▸ TASK DATA
----

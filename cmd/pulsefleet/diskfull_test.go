package main

import (
	"bufio"
	"bytes"
	"encoding/csv"
	"errors"
	"io"
	"math"
	"net"
	"net/http"
	"os"
	"os/exec"
	"path/filepath"
	"regexp"
	"strconv"
	"strings"
	"sync"
	"syscall"
	"testing"
	"time"

	"github.com/pulsefleet/pulsefleet/internal/store"
)

// mountTmpfs mounts a small tmpfs for a store that can really fill up. It
// needs root: without it the test is skipped (the in-process test
// TestIntermittentWriteFailuresLoseNothingAcknowledged in package gateway
// injects failures at the store boundary instead); as root with
// PULSEFLEET_REQUIRE_TOOLS set (CI), a failed mount fails the test.
func mountTmpfs(t *testing.T, size string) string {
	t.Helper()
	if os.Geteuid() != 0 {
		t.Skip("mounting a tmpfs needs root; the injected-failure test covers unprivileged runs")
	}
	dir := t.TempDir()
	if out, err := exec.Command("mount", "-t", "tmpfs", "-o", "size="+size, "tmpfs", dir).CombinedOutput(); err != nil {
		if os.Getenv("PULSEFLEET_REQUIRE_TOOLS") != "" {
			t.Fatalf("mount tmpfs: %v: %s", err, out)
		}
		t.Skipf("mount tmpfs: %v: %s", err, out)
	}
	t.Cleanup(func() {
		if out, err := exec.Command("umount", "-l", dir).CombinedOutput(); err != nil {
			t.Errorf("umount %s: %v: %s", dir, err, out)
		}
	})
	return dir
}

// edgeOfFull keeps the file system of dir full: it fills a ballast file
// until ENOSPC, then frees 256 KiB each second, which the store soon takes
// again (the recipe). stop removes the ballast and returns how many
// times the disk was found full.
func edgeOfFull(t *testing.T, dir string) (stop func() int) {
	t.Helper()
	path := filepath.Join(dir, "ballast")
	f, err := os.OpenFile(path, os.O_CREATE|os.O_RDWR, 0o600)
	if err != nil {
		t.Fatal(err)
	}
	done := make(chan struct{})
	var wg sync.WaitGroup
	var mu sync.Mutex
	fulls := 0
	block := make([]byte, 64<<10)
	wg.Add(1)
	go func() {
		defer wg.Done()
		for {
			// Fill what is free.
			for {
				if _, err := f.Write(block); err != nil {
					if errors.Is(err, syscall.ENOSPC) {
						mu.Lock()
						fulls++
						mu.Unlock()
					}
					break
				}
			}
			select {
			case <-done:
				return
			case <-time.After(time.Second):
			}
			if st, err := f.Stat(); err == nil && st.Size() > 256<<10 {
				_ = f.Truncate(st.Size() - 256<<10)
				_, _ = f.Seek(st.Size()-256<<10, io.SeekStart)
			}
		}
	}()
	return func() int {
		close(done)
		wg.Wait()
		f.Close()
		os.Remove(path)
		mu.Lock()
		defer mu.Unlock()
		return fulls
	}
}

// perDeviceAcked reads `pulsefleet sim --per-device-out`: device -> acked_through.
func perDeviceAcked(t *testing.T, path string) map[string]uint64 {
	t.Helper()
	f, err := os.Open(path)
	if err != nil {
		t.Fatal(err)
	}
	defer f.Close()
	rows, err := csv.NewReader(f).ReadAll()
	if err != nil {
		t.Fatal(err)
	}
	out := map[string]uint64{}
	for _, r := range rows[1:] {
		n, err := strconv.ParseUint(r[4], 10, 64)
		if err != nil {
			t.Fatalf("per-device row %v: %v", r, err)
		}
		out[r[0]] = n
	}
	return out
}

// exportedPoints runs `pulsefleet export --format csv` on a stopped store
// and counts trend points per device.
func exportedPoints(t *testing.T, data string) map[string]uint64 {
	t.Helper()
	out, err := exec.Command(binary(t), "export", "--data", data, "--format", "csv").Output()
	if err != nil {
		t.Fatalf("export: %v", err)
	}
	counts := map[string]uint64{}
	sc := bufio.NewScanner(bytes.NewReader(out))
	sc.Buffer(make([]byte, 1<<20), 1<<20)
	for sc.Scan() {
		f := strings.Split(sc.Text(), ",")
		if len(f) < 9 || f[0] == "t_s" {
			continue // the caution line, the header
		}
		counts[f[1]]++
	}
	return counts
}

// checkAllExported fails for every device whose acknowledged summaries are
// not all in the export (the simulator numbers 1, 2, ... one summary per
// device second, so acknowledged through n needs n points).
func checkAllExported(t *testing.T, acked, exported map[string]uint64) (total uint64) {
	t.Helper()
	bad := 0
	for id, n := range acked {
		total += n
		if exported[id] < n {
			if bad++; bad <= 5 {
				t.Errorf("%s: acknowledged through %d, %d points exported", id, n, exported[id])
			}
		}
	}
	if bad > 5 {
		t.Errorf("... %d devices in all miss acknowledged points", bad)
	}
	return total
}

func metricValue(text, name string) (float64, bool) {
	m := regexp.MustCompile(`(?m)^` + regexp.QuoteMeta(name) + ` (\S+)$`).FindStringSubmatch(text)
	if m == nil {
		return 0, false
	}
	v, err := strconv.ParseFloat(m[1], 64)
	return v, err == nil
}

func waitHTTP(t *testing.T, limit time.Duration, what string, cond func() bool) {
	t.Helper()
	deadline := time.Now().Add(limit)
	for !cond() {
		if time.Now().After(deadline) {
			t.Errorf("timed out waiting until %s", what)
			return
		}
		time.Sleep(200 * time.Millisecond)
	}
}

func readyzCode(addr string) int {
	resp, err := http.Get("http://" + addr + "/readyz")
	if err != nil {
		return 0
	}
	resp.Body.Close()
	return resp.StatusCode
}

// A data directory on a 40 MB tmpfs kept at the edge of full while 200
// summary devices send 20 summaries/s each: every message the simulator was
// acknowledged is in the exported history, /readyz recovers once there is
// room, and pulsefleet_devices_connected returns to the true count (0).
func TestDiskFullKeepsEverythingAcknowledged(t *testing.T) {
	if testing.Short() {
		t.Skip("process test")
	}
	dir := mountTmpfs(t, "40m")
	data := filepath.Join(dir, "data")
	c := startServe(t, data)
	per := filepath.Join(t.TempDir(), "per.csv")
	simCmd := exec.Command(binary(t), "sim", "--gateway", c.grpcAddr, "--mode", "summary", "--devices", "200",
		"--speed", "20", "--duration", "25s", "--drain", "20s", "--id-prefix", "full", "--progress-every", "1h",
		"--per-device-out", per)
	var simOut bytes.Buffer
	simCmd.Stdout, simCmd.Stderr = &simOut, &simOut
	if err := simCmd.Start(); err != nil {
		t.Fatal(err)
	}
	time.Sleep(3 * time.Second) // streaming, then the disk fills
	stop := edgeOfFull(t, dir)
	time.Sleep(20 * time.Second)
	metrics := scrapeMetrics(c.httpAddr)
	fulls := stop() // room again
	if err := simCmd.Wait(); err != nil {
		t.Logf("sim: %v", err)
	}
	t.Logf("sim: %s", lastLine(simOut.String()))
	failures, _ := metricValue(metrics, "pulsefleet_store_write_errors_total")
	if failures == 0 {
		t.Fatalf("no store write failed (disk found full %d times): the test proved nothing", fulls)
	}
	waitHTTP(t, 20*time.Second, "/readyz is 200 again", func() bool { return readyzCode(c.httpAddr) == http.StatusOK })
	waitHTTP(t, 20*time.Second, "pulsefleet_devices_connected is 0 with no stream open", func() bool {
		v, ok := metricValue(scrapeMetrics(c.httpAddr), "pulsefleet_devices_connected")
		return ok && v == 0
	})
	if err := c.cmd.Process.Signal(syscall.SIGTERM); err != nil {
		t.Fatal(err)
	}
	<-c.exited
	total := checkAllExported(t, perDeviceAcked(t, per), exportedPoints(t, data))
	if total == 0 {
		t.Fatal("nothing acknowledged: the test proved nothing")
	}
	t.Logf("%d messages acknowledged, all exported; %v store writes failed; disk found full %d times", total, failures, fulls)
}

// freePort returns a loopback address free a moment ago (for a gateway
// that must come back on the same address after kill -9).
func freePort(t *testing.T) string {
	t.Helper()
	l, err := net.Listen("tcp", "127.0.0.1:0")
	if err != nil {
		t.Fatal(err)
	}
	defer l.Close()
	return l.Addr().String()
}

// Soak: while 200 summary devices stream, the gateway is killed with
// SIGKILL and restarted, and its disk is kept at the edge of full, in
// alternating phases (about a minute in all). Nothing acknowledged is lost.
func TestSoakKill9AndDiskFull(t *testing.T) {
	if testing.Short() {
		t.Skip("soak")
	}
	dir := mountTmpfs(t, "40m")
	data := filepath.Join(dir, "data")
	addr := freePort(t)
	c := startServe(t, data, "--grpc-listen", addr)
	per := filepath.Join(t.TempDir(), "per.csv")
	simCmd := exec.Command(binary(t), "sim", "--gateway", addr, "--mode", "summary", "--devices", "200",
		"--speed", "20", "--duration", "50s", "--drain", "30s", "--id-prefix", "soak", "--progress-every", "1h",
		"--per-device-out", per)
	var simOut bytes.Buffer
	simCmd.Stdout, simCmd.Stderr = &simOut, &simOut
	if err := simCmd.Start(); err != nil {
		t.Fatal(err)
	}
	kills, fullPhases := 0, 0
	for phase := 0; phase < 6; phase++ {
		time.Sleep(3 * time.Second)
		if phase%2 == 0 {
			stop := edgeOfFull(t, dir)
			time.Sleep(5 * time.Second)
			if stop() > 0 {
				fullPhases++
			}
			continue
		}
		if err := c.cmd.Process.Signal(syscall.SIGKILL); err != nil {
			t.Fatal(err)
		}
		<-c.exited
		kills++
		time.Sleep(500 * time.Millisecond)
		c = startServe(t, data, "--grpc-listen", addr)
	}
	if err := simCmd.Wait(); err != nil {
		t.Logf("sim: %v", err)
	}
	t.Logf("sim: %s", lastLine(simOut.String()))
	if err := c.cmd.Process.Signal(syscall.SIGTERM); err != nil {
		t.Fatal(err)
	}
	<-c.exited
	acked, exported := perDeviceAcked(t, per), exportedPoints(t, data)
	total := checkAllExported(t, acked, exported)
	if t.Failed() {
		t.Logf("sim: %s", simOut.String())
		explainMissing(t, data, acked, exported)
	}
	if total == 0 || kills == 0 || fullPhases == 0 {
		t.Fatalf("acknowledged %d, kills %d, disk-full phases %d: the soak proved nothing", total, kills, fullPhases)
	}
	t.Logf("%d kill -9, %d disk-full phases; %d messages acknowledged, all exported", kills, fullPhases, total)
}

// explainMissing logs, for each device whose export misses acknowledged
// points, what its store holds: the durable cursor (resume point, messages
// accepted and sequence numbers skipped as lost), the ledger and the trend
// points read directly. Lost above 0 means the gateway accepted a message
// across a gap, so its acknowledgement covered messages it never stored;
// trend points beyond the export's count mean the export missed stored ones.
func explainMissing(t *testing.T, data string, acked, exported map[string]uint64) {
	t.Helper()
	db, err := store.Open(data, store.Options{ReadOnly: true})
	if err != nil {
		t.Logf("open the store to explain: %v", err)
		return
	}
	defer db.Close()
	curs, err := db.Cursors()
	if err != nil {
		t.Logf("cursors: %v", err)
	}
	ledger, err := db.LedgerTotals()
	if err != nil {
		t.Logf("ledger: %v", err)
	}
	for id, n := range acked {
		if exported[id] >= n {
			continue
		}
		stored := 0
		if err := db.Trend(id, 0, math.MaxInt64, func(store.Point) bool { stored++; return true }); err != nil {
			t.Logf("%s: trend: %v", id, err)
		}
		c := curs[id]
		t.Logf("%s: acknowledged through %d, exported %d, trend points in the store %d; cursor: resume after %d, accepted %d, lost %d, duplicates %d, rejected %d; ledger %+v",
			id, n, exported[id], stored, c.LastSeq, c.Chunks, c.Lost, c.Duplicates, c.Rejected, ledger[id])
	}
}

----

▸ WHAT TO WORK ON
Search the records for the word "fulls" and copy out every line that holds it.

▸ ANSWER BOX
	fulls := 0
						fulls++
		return fulls
	fulls := stop() // room again
		t.Fatalf("no store write failed (disk found full %d times): the test proved nothing", fulls)
	t.Logf("%d messages acknowledged, all exported; %v store writes failed; disk found full %d times", total, failures, fulls)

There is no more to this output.